Our understanding of crisis pedagogy was developed prior to mass protests against the murders of George Floyd, Ahmaud Arbery, Breonna Taylor, Tony McDade, and the countless others that remain unnamed. And no doubt, crisis pedagogy emerged long before our formulation of it. Because for many who move through the university, all moments are moments of crisis, and describe the perpetually real conditions of learning for our students and colleagues. The collective response of communities nationwide in recent weeks remind us that universities everywhere must serve their communities in times of crisis, including ongoing crises of racial injustice and police brutality. Closer to home, demands to disarm and divest from the UW Police Department and break ties with the Seattle Police Department have been met with inaction from university administration, including UW President Ana Mari Cauce and Vice President of Student Life Denzil Suite. They remain unable to affirm that Black lives matter. It will take the rest of us to make this university a place where Black lives do matter. 

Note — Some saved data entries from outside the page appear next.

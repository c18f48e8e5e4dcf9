"""Per-log reduction: loops → crack length, opening load, ΔK, ΔJ; readings → da/dN.

Strings the step modules together for one log and one specimen; returns tables in internal
units (columns name their units).  Invalid readings are dropped with a listed reason.

References
----------
.. [1] ASTM E647 (compliance crack length, compliance offset, da/dN, reading spacing).
.. [2] Dowling & Begley, ASTM STP 590 (1976); ASTM E1820 (η factors, B_e, ligament limit).
.. [3] Ainsworth, Eng. Fract. Mech. 19 (1984) 633 (reference stress ΔJ where no η exists).
"""

from __future__ import annotations

import numpy as np

from cycj.calibrate import compliance as cm
from cycj.calibrate import loops as lp
from cycj.calibrate import rates as rt
from cycj.units import MPA_SQRT_M

#: shapes whose plastic ΔJ comes from the loop area (η published in ASTM E1820)
ETA_SHAPES = ("compact-tension", "three-point-bend")


def _skip(skipped, log, cycles, mask, reason):
    for c in np.asarray(cycles)[mask]:
        skipped.append({"log": log, "cycle": float(c), "reason": reason})


def crack_from_compliance(specimen, comp, ok, cycles=None):
    """Crack length [mm] from the measured compliance [mm/N] of each loop; NaN where the
    expression's range is left.  ``ok`` marks loops usable for anchoring.  Returns (a, note)."""
    geo = specimen.geometry
    e = specimen.material.elastic_modulus
    be = cm.effective_thickness(geo.dims["thickness"], geo.dims["net_thickness"])
    if specimen.shape == "compact-tension":
        alpha = cm.e647_ct_crack_ratio(e * be * comp, specimen.compliance_point)
        lo, hi = cm.E647_CT_RANGE
        alpha = np.where((alpha >= lo) & (alpha <= min(hi, 0.95)), alpha, np.nan)
        return alpha * specimen.width, (
            f"ASTM E647 C(T) compliance expression, {specimen.compliance_point} row, "
            "E·B_e·V/P with B_e = B − (B − B_N)²/B"
        )
    from cycj.calibrate.simulate import _tips

    a_grid, dc = cm.castigliano_compliance_table(geo, specimen.e_prime, tips=_tips(specimen.shape))
    first = np.flatnonzero(ok)[:5]
    if first.size >= 3 and cycles is not None:  # trend of the first loops, at the first one
        c_first = np.polyval(np.polyfit(cycles[first], comp[first], 1), cycles[first[0]])
    else:
        c_first = comp[first[0]]
    c0 = c_first - np.interp(specimen.initial_crack, a_grid, dc)
    a = cm.crack_from_table(comp - c0, a_grid, dc)
    return a, (
        "load-point compliance from K by Castigliano's theorem (Tada, Paris & Irwin), "
        "uncracked-body part anchored at the initial crack length (trend of the first five "
        "loops)"
    )


def _outliers(a, ok, cycles):
    """Loops whose crack length is off the running-median trend by more than 6 robust σ."""
    idx = np.flatnonzero(ok)
    out = np.zeros(a.size, bool)
    if idx.size < 9:
        return out
    x = a[idx]
    pad = np.pad(x, 3, mode="edge")
    med = np.median(np.lib.stride_tricks.sliding_window_view(pad, 7), axis=1)
    res = x - med
    mad = 1.4826 * np.median(np.abs(res - np.median(res)))
    if mad <= 0:
        return out
    out[idx[np.abs(res) > 6 * mad]] = True
    return out


def _smooth_opening(p_op, p_max, p_min):
    """Opening load with its ratio x = (P_op − P_min)/ΔP replaced by the running median of
    seven recorded loops, so one loop with a noisy offset does not decide it (laboratories
    average the opening load over several cycles in the same spirit)."""
    x = (p_op - p_min) / (p_max - p_min)
    if x.size >= 7:
        pad = np.pad(x, 3, mode="edge")
        x = np.median(np.lib.stride_tricks.sliding_window_view(pad, 7), axis=1)
    return p_min + x * (p_max - p_min)


def _correct(specimen, a, ok):
    idx = np.flatnonzero(ok)
    if specimen.crack_correction == "none" or idx.size < 3:
        return a, "none"
    a_first = np.median(a[idx[:3]])
    if specimen.crack_correction == "first":
        return a + (specimen.initial_crack - a_first), "offset to the initial optical reading"
    a_last = np.median(a[idx[-3:]])
    scale = (specimen.final_crack - specimen.initial_crack) / (a_last - a_first)
    return (
        specimen.initial_crack + (a - a_first) * scale,
        "linear in extension to the first and last optical readings",
    )


def _finite_delta_j(specimen, dj_el, dsig, mat, u):
    """Reference-stress ΔJ; an overflow (a cyclic curve far below the logged stresses) is an
    input error naming the specimen file."""
    from cycj.errors import CycjInputError
    from cycj.jintegral import reference_stress_delta_j

    with np.errstate(over="ignore", invalid="ignore"):
        total = reference_stress_delta_j(dj_el, dsig, mat, u)
    if not np.all(np.isfinite(total)):
        raise CycjInputError(
            "ΔJ overflows with this cyclic curve at the logged loads",
            source=specimen.source,
            key="cyclic_curve",
            expected="K', n' of the material (σ'_y = K'·0.002^n' near the cyclic yield strength)",
        )
    return total


def _delta_j(specimen, a, p_max, p_min_eff, p_op, comp_pt, area_above):
    """ΔK, ΔK_eff [MPa√mm], ΔJ_el and ΔJ_pl [kJ/m²] and the plastic method used."""

    geo, mat = specimen.geometry, specimen.material
    kos = geo.k_over_s(a) * geo.nominal_stress_per_force()
    dp = p_max - p_min_eff
    dpe = p_max - p_op
    dk, dk_eff = dp * kos, dpe * kos
    dj_el = dk_eff**2 / specimen.e_prime
    b = specimen.width - a
    if specimen.shape in ETA_SHAPES:
        if specimen.shape == "compact-tension":
            # plastic displacement scales with the distance from the arms' hinge, not with the
            # elastic compliances (docs/references.md R35)
            ratio = cm.ct_plastic_displacement_ratio(a / specimen.width, specimen.compliance_point)
        else:
            ratio = np.ones_like(a)
        # the elastic triangle off with the measuring point's own compliance, then the plastic
        # area to the load line
        a_pl = ratio * lp.plastic_area_above_opening(area_above, dpe, comp_pt)
        eta = lp.eta_plastic(specimen.shape, a, specimen.width, "load-line")
        dj_pl = lp.dowling_begley_delta_j(a_pl, geo.dims["net_thickness"], b, eta)
        how = "loop area above the opening load, η of ASTM E1820 (load line" + (
            ", front-face plastic area scaled by the plastic displacement ratio of the arms' "
            "hinge, r_p = 0.46)"
            if specimen.compliance_point == "front-face"
            else ")"
        )
        return dk, dk_eff, dj_el, dj_pl, how
    if mat.cyclic_curve is None:
        return (
            dk,
            dk_eff,
            dj_el,
            np.zeros_like(a),
            (
                "none: no published η for this shape and no cyclic curve for the reference "
                "stress method (elastic ΔJ only)"
            ),
        )
    u = np.clip(dpe / dp, 0, 1)
    dsig = (
        dp
        * geo.nominal_stress_per_force()
        * mat.yield_strength
        / geo.limit_stress(a, mat.yield_strength)
    )
    total = _finite_delta_j(specimen, dk**2 / specimen.e_prime, dsig, mat, u)
    return (
        dk,
        dk_eff,
        dj_el,
        total - dj_el,
        (
            "cyclic reference stress method (jintegral.reference_stress_delta_j): no published η "
            "for this shape"
        ),
    )


def reduce_raw_log(log, specimen, *, fit_window=(0.02, 0.35), min_points=20, outliers=False):
    """Reduce a :class:`~cycj.calibrate.logs.RawLog` to one row per recorded cycle.

    ``outliers``: drop loops whose crack length is more than 6 robust σ off the running
    median of its neighbours (off by default: every reading is used, ASTM E647 practice);
    every dropped loop is listed with its reason.

    Returns (rows: dict of arrays for accepted loops, skipped: list of dicts, notes: dict,
    typical: dict with one loop's samples and its compliance line for plotting).
    """
    skipped = list(log.skipped)
    res = lp.reduce_loops(
        log.load,
        log.displacement,
        log.starts,
        log.ends,
        fit_window=fit_window,
        offset_criterion=specimen.opening_offset,
        segment_point=0.0 if specimen.opening_segment_point == "lower-end" else 0.5,
        min_points=min_points,
    )
    cyc = log.cycles
    ok = res["status"] == 0
    for code, reason in lp.LOOP_STATUS.items():
        if code:
            _skip(skipped, log.name, cyc, res["status"] == code, reason)
    comp = res["compliance"]
    a, how_a = crack_from_compliance(specimen, comp, ok, cyc)
    bad = ok & ~np.isfinite(a)
    _skip(skipped, log.name, cyc, bad, "crack length outside the compliance expression's range")
    ok &= ~bad
    out = _outliers(a, ok, cyc) if outliers else np.zeros(a.size, bool)
    _skip(skipped, log.name, cyc, out, "outlier: crack length off the trend of its neighbours")
    ok &= ~out
    a, how_corr = _correct(specimen, a, ok)
    lo, hi = specimen.geometry.size_limits
    bad = ok & ~((a >= lo) & (a <= hi))
    _skip(skipped, log.name, cyc, bad, "corrected crack length outside the geometry's range")
    ok &= ~bad
    if ok.sum() == 0:
        return None, skipped, {"crack_length": how_a}, None
    idx = np.flatnonzero(ok)
    p_max, p_min = res["p_max"][idx], res["p_min"][idx]
    p_min_eff = np.maximum(p_min, 0.0)  # compressive part ignored (ASTM E647 convention)
    p_op_raw = np.clip(res["p_open"][idx], p_min_eff, p_max)
    p_op = _smooth_opening(p_op_raw, p_max, p_min_eff)
    area = lp.loop_area_kernel(log.load, log.displacement, log.starts[idx], log.ends[idx], p_op)
    dk, dk_eff, dj_el, dj_pl, how_j = _delta_j(
        specimen, a[idx], p_max, p_min_eff, p_op, comp[idx], area
    )
    rows = {
        "cycle": cyc[idx],
        "a_mm": a[idx],
        "P_max_N": p_max,
        "P_min_N": p_min,
        "P_open_N": p_op,
        "P_open_loop_N": p_op_raw,
        "U": (p_max - p_op) / (p_max - p_min_eff),
        "R": p_min / p_max,
        "compliance_mm_per_N": comp[idx],
        "dK_MPa_sqrt_m": dk / MPA_SQRT_M,
        "dK_eff_MPa_sqrt_m": dk_eff / MPA_SQRT_M,
        "dJ_el_kJm2": dj_el,
        "dJ_pl_kJm2": dj_pl,
        "dJ_eff_kJm2": dj_el + dj_pl,
    }
    j = idx[len(idx) // 2]
    s, e = log.starts[j], log.ends[j]
    typical = {
        "cycle": float(cyc[j]),
        "load": log.load[s:e],
        "disp": log.displacement[s:e],
        "compliance": comp[j],
        "p_max": res["p_max"][j],
        "p_open": res["p_open"][j],
        "fit_window": fit_window,
        "a_mm": float(a[j]),
    }
    notes = {
        "crack_length": how_a,
        "crack_correction": how_corr,
        "plastic_dJ": how_j,
        "closure": f"opening load by compliance offset ({100 * specimen.opening_offset:g} %"
        " criterion, ASTM E647 X2, offsets at the segments' "
        + ("lower ends" if specimen.opening_segment_point == "lower-end" else "midpoints")
        + "), running median of 7 loops; ΔJ_eff above the opening load",
    }
    return rows, skipped, notes, typical


def reduce_crack_log(log, specimen):
    """Rows for a :class:`~cycj.calibrate.logs.CrackLog` (applied basis: no opening load is
    measured; P_min < 0 counts as 0).  Plastic part by the reference stress method when the
    specimen has a cyclic curve."""

    skipped = list(log.skipped)
    geo, mat = specimen.geometry, specimen.material
    a = log.crack_length
    lo, hi = geo.size_limits
    ok = (a >= lo) & (a <= hi) & (log.load_max > log.load_min) & (log.load_max > 0)
    _skip(
        skipped,
        log.name,
        log.cycles,
        ~ok,
        "crack length outside the geometry's range or no load range",
    )
    idx = np.flatnonzero(ok)
    if idx.size == 0:
        return None, skipped, {}
    a = a[idx]
    p_max, p_min = log.load_max[idx], log.load_min[idx]
    dp = p_max - np.maximum(p_min, 0.0)
    kos = geo.k_over_s(a) * geo.nominal_stress_per_force()
    dk = dp * kos
    dj_el = dk**2 / specimen.e_prime
    if mat.cyclic_curve is not None:
        dsig = (
            dp
            * geo.nominal_stress_per_force()
            * mat.yield_strength
            / geo.limit_stress(a, mat.yield_strength)
        )
        total = _finite_delta_j(specimen, dj_el, dsig, mat, 1.0)
        how = "cyclic reference stress method on the applied range"
    else:
        total = dj_el
        how = "none (elastic ΔJ only: no cyclic curve given)"
    rows = {
        "cycle": log.cycles[idx],
        "a_mm": a,
        "P_max_N": p_max,
        "P_min_N": p_min,
        "P_open_N": np.maximum(p_min, 0.0),
        "U": np.ones_like(a),
        "R": p_min / p_max,
        "compliance_mm_per_N": np.full_like(a, np.nan),
        "dK_MPa_sqrt_m": dk / MPA_SQRT_M,
        "dK_eff_MPa_sqrt_m": dk / MPA_SQRT_M,
        "dJ_el_kJm2": dj_el,
        "dJ_pl_kJm2": total - dj_el,
        "dJ_eff_kJm2": total,
    }
    notes = {
        "crack_length": "measured (crack-length log)",
        "plastic_dJ": how,
        "closure": "none measured: applied range (P_min < 0 counts as 0)",
    }
    return rows, skipped, notes


def rates_for_rows(rows, specimen, *, spacing="all"):
    """da/dN by secant and incremental polynomial on every reading (``spacing="all"``, the
    default) or on readings thinned to the E647 minimum spacing (``"e647"``).

    Returns (dict method → dict of arrays ``cycle, a_mm, dadN_mm_per_cycle, dJ_eff_kJm2,
    dK_eff_MPa_sqrt_m, R, row``), spacing info).  ΔJ at a rate point is the mean of the rows
    that the point stands for (between the midpoints to its neighbours).
    """
    n, a = rows["cycle"], rows["a_mm"]
    minsp = rt.e647_minimum_spacing(specimen.shape, a, specimen.width)
    keep = rt.thin_to_spacing(n, a, minsp) if spacing == "e647" else np.arange(n.size)
    info = {
        "readings": int(n.size),
        "kept": int(keep.size),
        "median_spacing_mm": float(np.median(np.diff(a))) if a.size > 1 else None,
        "e647_minimum_mm": [float(minsp.min()), float(minsp.max())],
    }
    info["spacing"] = (
        "every reading (no thinning)" if spacing != "e647" else "thinned to the E647 minimum"
    )
    if spacing == "e647" and keep.size < 9:
        keep = np.arange(n.size)
        info["note"] = (
            "too few readings at the E647 spacing; rates from all readings (scatter will be larger)"
        )
    info["kept"] = int(keep.size)
    nk, ak = n[keep], a[keep]
    out = {}
    edges = np.concatenate([[-np.inf], 0.5 * (nk[1:] + nk[:-1]), [np.inf]])
    bins = np.searchsorted(edges, n, side="right") - 1
    means = {
        c: np.bincount(bins, rows[c], minlength=nk.size)
        / np.maximum(np.bincount(bins, minlength=nk.size), 1)
        for c in ("dJ_eff_kJm2", "dK_eff_MPa_sqrt_m", "R")
    }
    if nk.size >= 7:
        ni, ahat, r = rt.incremental_polynomial_rate(nk, ak)
        sel = np.arange(3, nk.size - 3)
        out["polynomial"] = {
            "cycle": ni,
            "a_mm": ahat,
            "dadN_mm_per_cycle": r,
            **{c: means[c][sel] for c in means},
            "row": keep[sel],
        }
    if nk.size >= 2:
        nm, am, r = rt.secant_rate(nk, ak)
        inside = (n[:, None] >= nk[None, :-1]) & (n[:, None] <= nk[None, 1:])
        cnt = np.maximum(inside.sum(0), 1)
        sec = {c: (rows[c][:, None] * inside).sum(0) / cnt for c in means}
        out["secant"] = {"cycle": nm, "a_mm": am, "dadN_mm_per_cycle": r, **sec, "row": keep[:-1]}
    return out, info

We are at the juncture of anxiety and hope, to borrow a phrase from Reed. Mass protests against police violence and systemic racism intersect with university labor organizers fighting the privatization of the university. Make no mistake: privatization seeks to destroy collectivity and prevent marginalized people from accessing education and transforming their conditions; the militarization of (campus) police is one mechanism that enforces this. This crisis has laid bare things that were already true but not brought to the fore. Nothing is certain about what life will look like after the pandemic, after the protests sweeping the country. What is certain is the necessity of collaboration between workers at all levels and from all sectors of the university to not only recognize themselves as workers in common but also to act as agents of institutional and social transformation. The crisis pedagogy of this moment underscores that we are nothing without each other. 


Kaelie Giffel and Caitlin Postal are collaborative Mellon Fellows for Reaching New Publics and doctoral candidates in the English Department.